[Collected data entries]
^^^^

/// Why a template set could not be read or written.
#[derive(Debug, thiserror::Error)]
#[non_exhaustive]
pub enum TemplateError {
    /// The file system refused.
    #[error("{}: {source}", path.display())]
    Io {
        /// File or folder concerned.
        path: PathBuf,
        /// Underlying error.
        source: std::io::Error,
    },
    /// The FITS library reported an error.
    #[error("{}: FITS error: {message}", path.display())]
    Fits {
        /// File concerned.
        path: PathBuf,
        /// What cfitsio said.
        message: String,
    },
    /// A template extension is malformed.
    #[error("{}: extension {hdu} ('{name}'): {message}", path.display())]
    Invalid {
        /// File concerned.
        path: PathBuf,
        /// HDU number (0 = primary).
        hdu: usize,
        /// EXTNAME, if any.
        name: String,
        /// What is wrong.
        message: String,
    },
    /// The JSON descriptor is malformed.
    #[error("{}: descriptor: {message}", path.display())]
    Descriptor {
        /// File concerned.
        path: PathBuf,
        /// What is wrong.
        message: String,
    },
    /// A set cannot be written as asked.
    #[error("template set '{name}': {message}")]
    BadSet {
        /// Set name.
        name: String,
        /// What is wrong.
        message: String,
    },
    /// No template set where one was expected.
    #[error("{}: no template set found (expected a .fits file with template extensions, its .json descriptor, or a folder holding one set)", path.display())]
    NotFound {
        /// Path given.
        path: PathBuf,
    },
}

^^^^

§ **Exercise prompt**:
With "display" as the word to match, copy each line of the records that has it.

§ **Answer section**:
    #[error("{}: {source}", path.display())]
    #[error("{}: FITS error: {message}", path.display())]
    #[error("{}: extension {hdu} ('{name}'): {message}", path.display())]
    #[error("{}: descriptor: {message}", path.display())]
    #[error("{}: no template set found (expected a .fits file with template extensions, its .json descriptor, or a folder holding one set)", path.display())]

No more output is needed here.